Collected data entries
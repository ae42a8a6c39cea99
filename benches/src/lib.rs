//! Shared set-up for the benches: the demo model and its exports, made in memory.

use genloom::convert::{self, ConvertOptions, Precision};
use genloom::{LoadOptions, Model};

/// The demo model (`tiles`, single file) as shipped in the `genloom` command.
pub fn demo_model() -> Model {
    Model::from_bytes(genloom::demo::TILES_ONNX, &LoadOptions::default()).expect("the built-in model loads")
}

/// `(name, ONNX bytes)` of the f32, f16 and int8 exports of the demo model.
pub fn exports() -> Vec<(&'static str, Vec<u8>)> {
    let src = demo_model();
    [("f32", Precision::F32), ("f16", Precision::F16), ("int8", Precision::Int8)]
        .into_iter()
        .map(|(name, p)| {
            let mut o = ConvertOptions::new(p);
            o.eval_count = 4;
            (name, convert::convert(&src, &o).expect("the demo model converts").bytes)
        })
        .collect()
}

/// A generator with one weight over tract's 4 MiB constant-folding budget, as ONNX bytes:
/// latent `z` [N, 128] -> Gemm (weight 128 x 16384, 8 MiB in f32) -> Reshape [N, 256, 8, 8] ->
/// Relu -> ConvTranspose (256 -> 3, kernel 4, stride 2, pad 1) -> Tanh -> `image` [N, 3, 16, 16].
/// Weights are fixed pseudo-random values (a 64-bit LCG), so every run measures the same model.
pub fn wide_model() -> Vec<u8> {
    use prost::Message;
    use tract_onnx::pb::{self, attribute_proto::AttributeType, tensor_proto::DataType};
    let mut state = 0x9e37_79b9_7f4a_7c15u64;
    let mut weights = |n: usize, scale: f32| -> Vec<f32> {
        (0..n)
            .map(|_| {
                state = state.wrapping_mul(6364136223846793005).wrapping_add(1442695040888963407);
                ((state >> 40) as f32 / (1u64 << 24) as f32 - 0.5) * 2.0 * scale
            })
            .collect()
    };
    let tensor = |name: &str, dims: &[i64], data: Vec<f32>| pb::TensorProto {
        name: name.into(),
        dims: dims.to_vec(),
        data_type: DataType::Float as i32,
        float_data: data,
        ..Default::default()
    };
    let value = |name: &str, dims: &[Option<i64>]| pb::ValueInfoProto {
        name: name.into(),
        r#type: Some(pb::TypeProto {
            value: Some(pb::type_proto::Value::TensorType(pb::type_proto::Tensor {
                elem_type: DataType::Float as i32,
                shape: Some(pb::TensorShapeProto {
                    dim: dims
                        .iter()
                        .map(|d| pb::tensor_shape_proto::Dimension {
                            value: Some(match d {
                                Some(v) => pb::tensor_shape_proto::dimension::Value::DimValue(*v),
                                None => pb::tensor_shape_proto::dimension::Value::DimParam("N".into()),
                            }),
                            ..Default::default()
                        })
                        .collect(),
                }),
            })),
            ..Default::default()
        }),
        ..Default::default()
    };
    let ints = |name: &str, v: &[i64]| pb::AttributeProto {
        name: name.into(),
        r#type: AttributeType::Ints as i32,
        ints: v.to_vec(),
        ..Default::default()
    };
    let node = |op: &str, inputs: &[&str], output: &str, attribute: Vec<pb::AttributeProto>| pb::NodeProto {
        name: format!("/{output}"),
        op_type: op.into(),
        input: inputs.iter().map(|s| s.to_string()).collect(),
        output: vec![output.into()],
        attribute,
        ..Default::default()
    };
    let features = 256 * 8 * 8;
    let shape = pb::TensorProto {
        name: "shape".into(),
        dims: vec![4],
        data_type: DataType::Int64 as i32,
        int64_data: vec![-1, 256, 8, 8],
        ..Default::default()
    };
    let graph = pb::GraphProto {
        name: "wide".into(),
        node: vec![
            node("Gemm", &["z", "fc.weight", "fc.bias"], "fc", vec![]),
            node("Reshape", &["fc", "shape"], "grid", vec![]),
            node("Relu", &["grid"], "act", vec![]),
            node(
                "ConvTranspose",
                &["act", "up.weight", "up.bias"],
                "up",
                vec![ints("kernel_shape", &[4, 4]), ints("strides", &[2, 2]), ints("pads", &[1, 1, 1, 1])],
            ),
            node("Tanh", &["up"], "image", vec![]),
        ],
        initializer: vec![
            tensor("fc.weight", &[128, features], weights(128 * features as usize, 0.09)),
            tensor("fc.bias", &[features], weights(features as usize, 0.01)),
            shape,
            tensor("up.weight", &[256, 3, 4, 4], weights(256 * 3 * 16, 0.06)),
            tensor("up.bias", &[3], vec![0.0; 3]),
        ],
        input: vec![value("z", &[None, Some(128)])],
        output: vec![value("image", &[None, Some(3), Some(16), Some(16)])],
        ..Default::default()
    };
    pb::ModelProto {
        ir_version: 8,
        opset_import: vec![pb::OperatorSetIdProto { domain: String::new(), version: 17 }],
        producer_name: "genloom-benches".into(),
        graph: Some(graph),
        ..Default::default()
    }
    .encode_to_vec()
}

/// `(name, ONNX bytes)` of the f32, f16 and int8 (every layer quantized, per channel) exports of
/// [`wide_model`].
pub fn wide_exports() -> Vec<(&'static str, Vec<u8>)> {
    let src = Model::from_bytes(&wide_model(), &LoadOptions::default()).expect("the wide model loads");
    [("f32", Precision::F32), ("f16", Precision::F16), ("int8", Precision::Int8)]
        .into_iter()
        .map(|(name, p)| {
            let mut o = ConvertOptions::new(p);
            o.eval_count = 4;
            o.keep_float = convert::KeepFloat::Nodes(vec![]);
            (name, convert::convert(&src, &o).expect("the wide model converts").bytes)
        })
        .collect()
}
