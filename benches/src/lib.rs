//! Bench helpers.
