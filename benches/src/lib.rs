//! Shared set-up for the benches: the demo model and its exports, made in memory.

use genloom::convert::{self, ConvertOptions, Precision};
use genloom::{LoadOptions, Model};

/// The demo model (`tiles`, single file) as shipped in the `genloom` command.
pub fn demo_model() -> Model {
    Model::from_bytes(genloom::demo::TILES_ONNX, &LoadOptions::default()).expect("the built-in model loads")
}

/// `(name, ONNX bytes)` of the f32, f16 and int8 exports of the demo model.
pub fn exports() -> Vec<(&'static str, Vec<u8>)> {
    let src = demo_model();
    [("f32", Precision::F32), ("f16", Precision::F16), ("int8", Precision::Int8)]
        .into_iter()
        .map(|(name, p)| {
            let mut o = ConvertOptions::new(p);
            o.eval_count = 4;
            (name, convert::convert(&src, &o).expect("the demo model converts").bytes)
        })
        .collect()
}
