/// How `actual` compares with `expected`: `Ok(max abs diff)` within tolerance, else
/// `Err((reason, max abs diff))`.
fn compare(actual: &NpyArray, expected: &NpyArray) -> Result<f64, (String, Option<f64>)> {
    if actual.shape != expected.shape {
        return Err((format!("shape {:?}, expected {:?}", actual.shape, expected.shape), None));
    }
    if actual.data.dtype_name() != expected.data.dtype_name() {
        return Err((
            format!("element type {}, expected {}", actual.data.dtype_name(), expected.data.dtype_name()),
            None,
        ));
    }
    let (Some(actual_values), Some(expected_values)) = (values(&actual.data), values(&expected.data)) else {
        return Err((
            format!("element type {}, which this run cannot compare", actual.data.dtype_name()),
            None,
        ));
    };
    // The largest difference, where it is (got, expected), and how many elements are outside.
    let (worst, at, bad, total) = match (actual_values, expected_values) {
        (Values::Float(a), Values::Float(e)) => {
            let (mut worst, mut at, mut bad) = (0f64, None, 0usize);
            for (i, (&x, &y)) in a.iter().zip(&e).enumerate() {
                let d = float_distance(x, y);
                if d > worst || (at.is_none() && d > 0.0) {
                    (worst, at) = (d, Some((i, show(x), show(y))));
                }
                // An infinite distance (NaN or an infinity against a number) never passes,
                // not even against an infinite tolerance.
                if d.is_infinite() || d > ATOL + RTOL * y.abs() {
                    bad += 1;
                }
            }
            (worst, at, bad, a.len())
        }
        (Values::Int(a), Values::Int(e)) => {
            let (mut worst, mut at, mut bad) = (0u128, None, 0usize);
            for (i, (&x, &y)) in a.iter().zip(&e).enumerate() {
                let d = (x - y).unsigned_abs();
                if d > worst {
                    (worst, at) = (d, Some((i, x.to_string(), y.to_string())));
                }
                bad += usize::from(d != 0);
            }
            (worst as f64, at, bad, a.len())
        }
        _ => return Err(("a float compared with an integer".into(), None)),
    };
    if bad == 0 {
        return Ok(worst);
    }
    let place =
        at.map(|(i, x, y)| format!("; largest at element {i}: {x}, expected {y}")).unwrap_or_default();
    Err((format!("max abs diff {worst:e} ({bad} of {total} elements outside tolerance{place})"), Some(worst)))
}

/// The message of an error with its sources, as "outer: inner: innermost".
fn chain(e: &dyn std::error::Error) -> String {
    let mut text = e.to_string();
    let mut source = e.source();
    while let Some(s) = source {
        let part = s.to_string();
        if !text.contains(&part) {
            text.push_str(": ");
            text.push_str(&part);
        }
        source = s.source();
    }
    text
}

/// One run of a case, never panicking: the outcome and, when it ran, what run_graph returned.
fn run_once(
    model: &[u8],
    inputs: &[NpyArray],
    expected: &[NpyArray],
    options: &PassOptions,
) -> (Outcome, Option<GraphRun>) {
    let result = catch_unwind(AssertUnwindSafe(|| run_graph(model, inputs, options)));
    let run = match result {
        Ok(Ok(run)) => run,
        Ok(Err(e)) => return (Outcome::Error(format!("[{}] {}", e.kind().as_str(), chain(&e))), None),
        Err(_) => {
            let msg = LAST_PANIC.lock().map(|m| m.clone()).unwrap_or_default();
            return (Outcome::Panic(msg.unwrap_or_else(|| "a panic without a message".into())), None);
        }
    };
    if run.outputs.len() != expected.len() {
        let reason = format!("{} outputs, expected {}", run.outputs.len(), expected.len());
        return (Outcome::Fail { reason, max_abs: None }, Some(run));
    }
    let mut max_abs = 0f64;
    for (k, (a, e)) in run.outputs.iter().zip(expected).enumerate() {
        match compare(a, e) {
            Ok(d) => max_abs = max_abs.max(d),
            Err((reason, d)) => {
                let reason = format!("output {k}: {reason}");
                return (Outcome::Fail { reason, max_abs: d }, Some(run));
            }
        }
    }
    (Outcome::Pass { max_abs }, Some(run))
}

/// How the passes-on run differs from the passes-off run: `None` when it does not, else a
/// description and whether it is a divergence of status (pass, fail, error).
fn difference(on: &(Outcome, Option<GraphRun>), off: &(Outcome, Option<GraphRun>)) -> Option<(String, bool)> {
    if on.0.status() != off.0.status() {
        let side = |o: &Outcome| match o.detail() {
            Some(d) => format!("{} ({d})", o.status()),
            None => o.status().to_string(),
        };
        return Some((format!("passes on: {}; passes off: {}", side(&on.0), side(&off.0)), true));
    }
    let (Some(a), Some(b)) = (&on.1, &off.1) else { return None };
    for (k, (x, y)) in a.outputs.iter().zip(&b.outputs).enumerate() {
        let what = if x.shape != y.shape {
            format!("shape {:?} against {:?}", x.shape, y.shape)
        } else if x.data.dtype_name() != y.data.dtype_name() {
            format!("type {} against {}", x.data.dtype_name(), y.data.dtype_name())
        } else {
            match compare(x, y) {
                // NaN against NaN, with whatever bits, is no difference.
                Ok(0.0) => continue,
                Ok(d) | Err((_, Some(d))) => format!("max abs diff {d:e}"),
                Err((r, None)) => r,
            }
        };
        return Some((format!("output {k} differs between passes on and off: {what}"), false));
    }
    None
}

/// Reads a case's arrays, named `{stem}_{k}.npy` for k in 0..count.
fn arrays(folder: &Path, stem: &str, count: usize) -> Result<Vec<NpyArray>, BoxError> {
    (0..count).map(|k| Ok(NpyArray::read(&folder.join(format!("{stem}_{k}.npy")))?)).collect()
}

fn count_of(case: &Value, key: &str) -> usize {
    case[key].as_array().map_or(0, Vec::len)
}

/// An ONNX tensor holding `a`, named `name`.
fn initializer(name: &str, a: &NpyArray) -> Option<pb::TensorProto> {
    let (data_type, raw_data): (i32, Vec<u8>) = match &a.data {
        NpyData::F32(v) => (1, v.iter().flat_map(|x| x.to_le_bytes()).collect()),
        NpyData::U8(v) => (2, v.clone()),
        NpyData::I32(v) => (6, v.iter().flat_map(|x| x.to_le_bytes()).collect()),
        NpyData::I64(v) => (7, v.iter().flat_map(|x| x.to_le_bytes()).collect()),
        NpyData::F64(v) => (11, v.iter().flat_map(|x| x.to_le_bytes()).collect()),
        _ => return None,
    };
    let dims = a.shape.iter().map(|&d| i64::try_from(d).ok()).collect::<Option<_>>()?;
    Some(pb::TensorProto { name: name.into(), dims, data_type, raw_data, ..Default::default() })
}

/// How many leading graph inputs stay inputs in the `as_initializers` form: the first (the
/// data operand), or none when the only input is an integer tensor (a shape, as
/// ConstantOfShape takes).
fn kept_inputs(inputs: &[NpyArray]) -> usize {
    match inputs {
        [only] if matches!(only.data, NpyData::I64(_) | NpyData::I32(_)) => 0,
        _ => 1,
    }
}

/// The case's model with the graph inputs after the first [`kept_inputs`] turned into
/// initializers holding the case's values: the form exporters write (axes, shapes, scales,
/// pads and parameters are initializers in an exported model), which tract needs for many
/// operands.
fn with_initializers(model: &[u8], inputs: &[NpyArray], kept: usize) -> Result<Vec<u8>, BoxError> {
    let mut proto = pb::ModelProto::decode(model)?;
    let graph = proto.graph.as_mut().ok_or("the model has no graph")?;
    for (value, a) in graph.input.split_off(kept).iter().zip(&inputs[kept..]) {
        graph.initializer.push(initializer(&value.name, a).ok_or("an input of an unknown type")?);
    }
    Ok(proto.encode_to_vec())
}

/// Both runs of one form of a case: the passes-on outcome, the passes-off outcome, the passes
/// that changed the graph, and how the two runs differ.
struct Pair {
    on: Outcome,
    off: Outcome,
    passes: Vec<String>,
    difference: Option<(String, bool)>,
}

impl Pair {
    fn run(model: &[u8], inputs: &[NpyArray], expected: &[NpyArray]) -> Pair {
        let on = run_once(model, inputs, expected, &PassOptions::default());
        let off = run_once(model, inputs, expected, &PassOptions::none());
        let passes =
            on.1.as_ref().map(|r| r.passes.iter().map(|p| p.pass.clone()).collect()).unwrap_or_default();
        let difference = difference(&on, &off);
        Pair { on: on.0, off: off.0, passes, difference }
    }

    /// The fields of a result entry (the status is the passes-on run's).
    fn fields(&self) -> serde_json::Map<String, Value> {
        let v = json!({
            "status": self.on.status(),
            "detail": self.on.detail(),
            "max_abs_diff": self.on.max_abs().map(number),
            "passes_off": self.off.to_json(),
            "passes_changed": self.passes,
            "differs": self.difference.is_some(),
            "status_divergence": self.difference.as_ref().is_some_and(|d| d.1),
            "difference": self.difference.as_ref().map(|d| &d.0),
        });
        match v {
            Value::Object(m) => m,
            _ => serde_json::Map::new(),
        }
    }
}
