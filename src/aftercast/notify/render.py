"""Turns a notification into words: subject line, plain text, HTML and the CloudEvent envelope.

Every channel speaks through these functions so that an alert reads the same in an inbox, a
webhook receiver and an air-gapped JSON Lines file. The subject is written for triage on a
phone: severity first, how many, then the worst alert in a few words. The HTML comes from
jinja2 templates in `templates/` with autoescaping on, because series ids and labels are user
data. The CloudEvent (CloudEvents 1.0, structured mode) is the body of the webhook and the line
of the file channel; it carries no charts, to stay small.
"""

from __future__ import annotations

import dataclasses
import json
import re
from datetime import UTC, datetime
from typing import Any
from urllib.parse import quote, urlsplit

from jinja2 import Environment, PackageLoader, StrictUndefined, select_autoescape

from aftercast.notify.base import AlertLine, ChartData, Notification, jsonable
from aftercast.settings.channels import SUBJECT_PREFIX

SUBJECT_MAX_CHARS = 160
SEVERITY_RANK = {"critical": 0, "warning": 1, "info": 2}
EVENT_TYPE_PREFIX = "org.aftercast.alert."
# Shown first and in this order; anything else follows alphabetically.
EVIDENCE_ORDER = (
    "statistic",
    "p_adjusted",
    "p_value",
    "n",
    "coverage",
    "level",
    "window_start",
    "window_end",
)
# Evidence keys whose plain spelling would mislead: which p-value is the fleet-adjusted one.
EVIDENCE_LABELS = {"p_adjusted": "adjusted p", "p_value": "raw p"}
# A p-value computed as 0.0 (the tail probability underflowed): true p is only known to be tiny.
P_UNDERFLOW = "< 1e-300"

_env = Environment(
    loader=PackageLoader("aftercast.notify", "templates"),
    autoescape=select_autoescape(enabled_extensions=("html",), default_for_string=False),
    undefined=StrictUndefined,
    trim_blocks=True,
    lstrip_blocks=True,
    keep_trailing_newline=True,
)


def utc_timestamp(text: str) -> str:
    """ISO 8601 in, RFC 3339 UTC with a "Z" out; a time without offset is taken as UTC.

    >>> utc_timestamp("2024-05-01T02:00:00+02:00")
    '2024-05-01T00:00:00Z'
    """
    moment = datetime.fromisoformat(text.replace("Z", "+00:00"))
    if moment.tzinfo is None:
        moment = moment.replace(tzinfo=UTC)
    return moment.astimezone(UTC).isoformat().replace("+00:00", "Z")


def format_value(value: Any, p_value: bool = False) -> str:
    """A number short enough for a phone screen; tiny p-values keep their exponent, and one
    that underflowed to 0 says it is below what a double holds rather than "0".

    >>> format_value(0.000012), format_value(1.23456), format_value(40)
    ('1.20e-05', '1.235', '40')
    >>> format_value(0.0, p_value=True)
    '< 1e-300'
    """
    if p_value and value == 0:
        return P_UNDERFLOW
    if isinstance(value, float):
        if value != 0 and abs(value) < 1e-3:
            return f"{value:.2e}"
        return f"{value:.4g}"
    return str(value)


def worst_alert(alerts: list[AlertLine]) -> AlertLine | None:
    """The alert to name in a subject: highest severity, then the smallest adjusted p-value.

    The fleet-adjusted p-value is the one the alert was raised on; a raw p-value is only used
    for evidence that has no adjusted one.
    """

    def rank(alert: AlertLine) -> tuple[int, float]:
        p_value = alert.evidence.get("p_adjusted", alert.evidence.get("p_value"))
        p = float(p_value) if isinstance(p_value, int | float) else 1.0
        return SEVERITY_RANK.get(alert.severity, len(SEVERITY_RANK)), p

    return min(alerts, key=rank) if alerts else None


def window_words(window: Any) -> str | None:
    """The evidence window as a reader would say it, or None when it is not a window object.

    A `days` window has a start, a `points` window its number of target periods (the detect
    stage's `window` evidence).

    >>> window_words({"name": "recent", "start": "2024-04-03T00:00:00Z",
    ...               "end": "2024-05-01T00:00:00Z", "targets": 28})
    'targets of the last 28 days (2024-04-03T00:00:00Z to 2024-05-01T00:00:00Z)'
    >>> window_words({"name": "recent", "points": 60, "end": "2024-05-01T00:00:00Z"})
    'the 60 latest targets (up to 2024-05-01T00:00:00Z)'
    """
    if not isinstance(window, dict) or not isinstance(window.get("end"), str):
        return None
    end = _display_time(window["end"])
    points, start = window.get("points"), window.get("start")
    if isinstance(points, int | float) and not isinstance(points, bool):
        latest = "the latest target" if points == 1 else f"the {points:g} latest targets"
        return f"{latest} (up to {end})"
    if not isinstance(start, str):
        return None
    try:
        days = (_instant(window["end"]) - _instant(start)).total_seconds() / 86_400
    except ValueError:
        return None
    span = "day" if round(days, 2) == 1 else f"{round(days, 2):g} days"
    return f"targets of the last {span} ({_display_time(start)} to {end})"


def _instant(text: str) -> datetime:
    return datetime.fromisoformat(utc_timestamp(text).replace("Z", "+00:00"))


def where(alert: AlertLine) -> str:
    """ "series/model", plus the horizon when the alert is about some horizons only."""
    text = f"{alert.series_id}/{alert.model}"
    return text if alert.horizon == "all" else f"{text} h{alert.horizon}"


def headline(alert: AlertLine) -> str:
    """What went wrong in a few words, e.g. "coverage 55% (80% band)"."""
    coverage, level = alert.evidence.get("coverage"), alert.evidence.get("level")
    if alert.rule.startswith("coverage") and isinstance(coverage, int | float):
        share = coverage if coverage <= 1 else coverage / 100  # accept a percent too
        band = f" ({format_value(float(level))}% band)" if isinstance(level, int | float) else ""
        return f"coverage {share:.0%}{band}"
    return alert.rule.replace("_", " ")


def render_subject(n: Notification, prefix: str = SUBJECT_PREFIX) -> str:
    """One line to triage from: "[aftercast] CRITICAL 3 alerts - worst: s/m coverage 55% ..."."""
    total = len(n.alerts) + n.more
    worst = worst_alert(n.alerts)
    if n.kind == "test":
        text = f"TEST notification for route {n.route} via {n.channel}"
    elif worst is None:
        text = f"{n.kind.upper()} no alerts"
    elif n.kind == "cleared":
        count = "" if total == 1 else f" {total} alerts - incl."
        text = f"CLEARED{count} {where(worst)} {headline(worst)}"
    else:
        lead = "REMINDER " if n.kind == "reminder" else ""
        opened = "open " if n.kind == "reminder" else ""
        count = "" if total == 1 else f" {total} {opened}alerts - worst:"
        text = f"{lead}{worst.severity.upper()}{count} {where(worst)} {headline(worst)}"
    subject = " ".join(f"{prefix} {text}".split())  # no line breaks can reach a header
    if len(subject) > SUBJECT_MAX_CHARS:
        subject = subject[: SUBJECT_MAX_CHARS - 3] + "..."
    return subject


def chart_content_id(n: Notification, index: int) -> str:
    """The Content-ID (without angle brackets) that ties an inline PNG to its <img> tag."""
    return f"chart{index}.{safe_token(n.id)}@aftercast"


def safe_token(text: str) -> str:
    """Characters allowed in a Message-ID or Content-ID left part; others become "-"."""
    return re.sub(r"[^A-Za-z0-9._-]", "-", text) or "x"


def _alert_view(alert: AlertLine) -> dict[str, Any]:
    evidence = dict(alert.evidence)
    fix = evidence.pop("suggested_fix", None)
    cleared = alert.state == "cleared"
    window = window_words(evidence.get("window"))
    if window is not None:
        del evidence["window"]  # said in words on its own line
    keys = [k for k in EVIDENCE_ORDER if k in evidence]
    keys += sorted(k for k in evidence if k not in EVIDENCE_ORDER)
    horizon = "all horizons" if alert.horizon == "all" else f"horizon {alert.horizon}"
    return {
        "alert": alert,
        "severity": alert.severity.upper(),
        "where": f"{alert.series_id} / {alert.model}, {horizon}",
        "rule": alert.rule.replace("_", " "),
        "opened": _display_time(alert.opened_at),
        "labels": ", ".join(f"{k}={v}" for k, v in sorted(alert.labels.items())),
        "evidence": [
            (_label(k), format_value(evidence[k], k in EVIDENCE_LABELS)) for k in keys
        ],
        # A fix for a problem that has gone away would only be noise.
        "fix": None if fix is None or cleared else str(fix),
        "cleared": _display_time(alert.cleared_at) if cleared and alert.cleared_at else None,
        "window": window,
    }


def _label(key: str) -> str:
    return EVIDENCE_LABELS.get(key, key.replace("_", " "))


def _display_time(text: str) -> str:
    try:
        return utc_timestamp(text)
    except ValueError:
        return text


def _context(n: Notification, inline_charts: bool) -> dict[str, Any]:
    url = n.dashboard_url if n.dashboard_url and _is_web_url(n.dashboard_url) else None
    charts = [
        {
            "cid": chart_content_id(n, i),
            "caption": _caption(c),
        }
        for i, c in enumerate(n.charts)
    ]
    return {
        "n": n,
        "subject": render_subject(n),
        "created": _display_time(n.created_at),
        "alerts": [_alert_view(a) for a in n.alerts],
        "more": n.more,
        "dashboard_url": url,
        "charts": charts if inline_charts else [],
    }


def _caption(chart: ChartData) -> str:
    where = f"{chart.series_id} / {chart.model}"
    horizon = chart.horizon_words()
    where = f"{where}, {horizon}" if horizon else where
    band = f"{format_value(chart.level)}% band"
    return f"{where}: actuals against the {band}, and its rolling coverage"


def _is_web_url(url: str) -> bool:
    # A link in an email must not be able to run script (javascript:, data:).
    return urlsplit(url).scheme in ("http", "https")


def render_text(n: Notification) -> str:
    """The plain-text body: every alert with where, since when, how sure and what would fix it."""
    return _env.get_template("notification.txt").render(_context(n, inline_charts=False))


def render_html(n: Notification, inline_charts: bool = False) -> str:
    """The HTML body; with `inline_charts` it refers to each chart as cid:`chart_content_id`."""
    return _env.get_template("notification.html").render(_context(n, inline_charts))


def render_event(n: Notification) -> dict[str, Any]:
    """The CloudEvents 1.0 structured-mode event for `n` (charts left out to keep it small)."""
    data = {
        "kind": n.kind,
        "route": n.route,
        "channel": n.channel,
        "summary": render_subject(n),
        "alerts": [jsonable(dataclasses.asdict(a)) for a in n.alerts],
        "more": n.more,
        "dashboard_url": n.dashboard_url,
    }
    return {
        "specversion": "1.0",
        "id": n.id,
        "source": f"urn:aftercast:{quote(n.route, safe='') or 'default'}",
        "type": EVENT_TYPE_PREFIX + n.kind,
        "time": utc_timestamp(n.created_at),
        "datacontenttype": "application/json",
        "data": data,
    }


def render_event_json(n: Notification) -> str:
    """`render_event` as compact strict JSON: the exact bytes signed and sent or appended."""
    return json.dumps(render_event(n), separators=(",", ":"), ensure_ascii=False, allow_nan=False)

TASK PROMPT –
Search the data and copy each line containing "clone".

SOLUTION –
            let msg = LAST_PANIC.lock().map(|m| m.clone()).unwrap_or_default();
        NpyData::U8(v) => (2, v.clone()),
            on.1.as_ref().map(|r| r.passes.iter().map(|p| p.pass.clone()).collect()).unwrap_or_default();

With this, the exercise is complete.